**Work to be completed:**
Gather all lines in the data that hold the string "classification".

**Collected data entries:**
+++++

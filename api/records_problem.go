package api

import (
	"context"
	"errors"
	"fmt"
	"net/http"
	"strconv"

	"github.com/labstack/echo/v4"

	"regimed/api/store"
)

// The problem types of records.
var (
	recordsOff = &ProblemType{ID: "records-off", Title: "No records are kept here", Status: http.StatusNotFound,
		Doc: "The server was started without a directory for records, so it keeps none. An operator switches them on with regimed serve --data DIR; classification works either way."}
	recordsUnavailable = &ProblemType{ID: "records-unavailable", Title: "The records are out of reach", Status: http.StatusServiceUnavailable,
		Doc: "The records can't be read or written now: the store is busy, closed, or may only be read. What was acknowledged is not lost. Ask again after the seconds in the header Retry-After; classification goes on."}
	recordsFull = &ProblemType{ID: "records-full", Title: "No room for a record", Status: http.StatusInsufficientStorage,
		Doc: "The disk of the records is full. Nothing of this request was stored, and nothing that was stored before is lost; records can still be read. The operator has to make room."}
	recordsDamaged = &ProblemType{ID: "records-damaged", Title: "The record can't be read", Status: http.StatusInternalServerError,
		Doc: "What the disk holds can't be read, or is not what was written. The server shows nothing rather than a wrong answer, and changes nothing: the operator finds the cause in the log, and has to bring back a copy."}
	invalidRecord = &ProblemType{ID: "invalid-record", Title: "Invalid record", Status: http.StatusUnprocessableEntity, Codes: true,
		Doc: "The body is JSON, but no record can be made of it: its case is invalid, or its title, tags or author are. Every violation is listed, those of the case with pointers that begin with /case."}
	ambiguousRecord = &ProblemType{ID: "ambiguous-record", Title: "Several records begin so", Status: http.StatusNotFound,
		Doc: "The first digits of an id are those of more than one record. The candidates are listed, up to ten; ask for one of them, or with more digits."}
	outdatedCase = &ProblemType{ID: "outdated-case", Title: "The case is no longer accepted", Status: http.StatusConflict, Codes: true,
		Doc: "The case of the record was accepted when it was answered, and is not by the engine in force, so nothing can be drawn or compared. The violations say why. The answer as it was is at the path that ends with .json."}
)

// Seconds until it is worth to ask again.
const (
	retryBusy     = 2
	retryReadOnly = 60
)

// storeProblem maps an error of the store to a problem. The cause goes to the
// log only: it names files.
func (s *Server) storeProblem(c echo.Context, err error) error {
	if errors.Is(err, store.ErrNotFound) {
		return problem(notFound, "No record has this id.")
	}
	var e *store.Error
	switch {
	case errors.As(err, &e):
	case errors.Is(err, context.Canceled), errors.Is(err, context.DeadlineExceeded):
		return s.unfinished(err)
	default:
		return err
	}
	if !errors.Is(err, context.Canceled) { // a caller who left is no fault
		s.config.Logger.Error("records", "cause", err.Error(), "request_id", requestID(c))
	}
	switch e.Reason {
	case store.Full:
		return problem(recordsFull, "The disk of the records is full; nothing was stored.")
	case store.Damaged:
		return problem(recordsDamaged, "The record can't be read, or is not what was written. The request id finds the cause in the log.")
	case store.ReadOnly:
		return retryLater(c, retryReadOnly, "The records can be read and not written now; nothing was stored.")
	}
	return retryLater(c, retryBusy, "The records are out of reach for the moment; nothing is lost.")
}

func retryLater(c echo.Context, seconds int, detail string) error {
	c.Response().Header().Set(echo.HeaderRetryAfter, strconv.Itoa(seconds))
	return problem(recordsUnavailable, detail)
}

// mostCandidates is how many ids a problem lists.
const mostCandidates = 10

// ambiguous lists the ids that begin so.
func ambiguous(prefix string, ids []string) error {
	more := ""
	if len(ids) > mostCandidates {
		ids, more = ids[:mostCandidates], " and more"
	}
	p := problem(ambiguousRecord, fmt.Sprintf("The ids of %d%s records begin with %s.", len(ids), more, prefix))
	p.Candidates = ids
	return p
}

+++++

**Worked solution:**
		Doc: "The server was started without a directory for records, so it keeps none. An operator switches them on with regimed serve --data DIR; classification works either way."}
		Doc: "The records can't be read or written now: the store is busy, closed, or may only be read. What was acknowledged is not lost. Ask again after the seconds in the header Retry-After; classification goes on."}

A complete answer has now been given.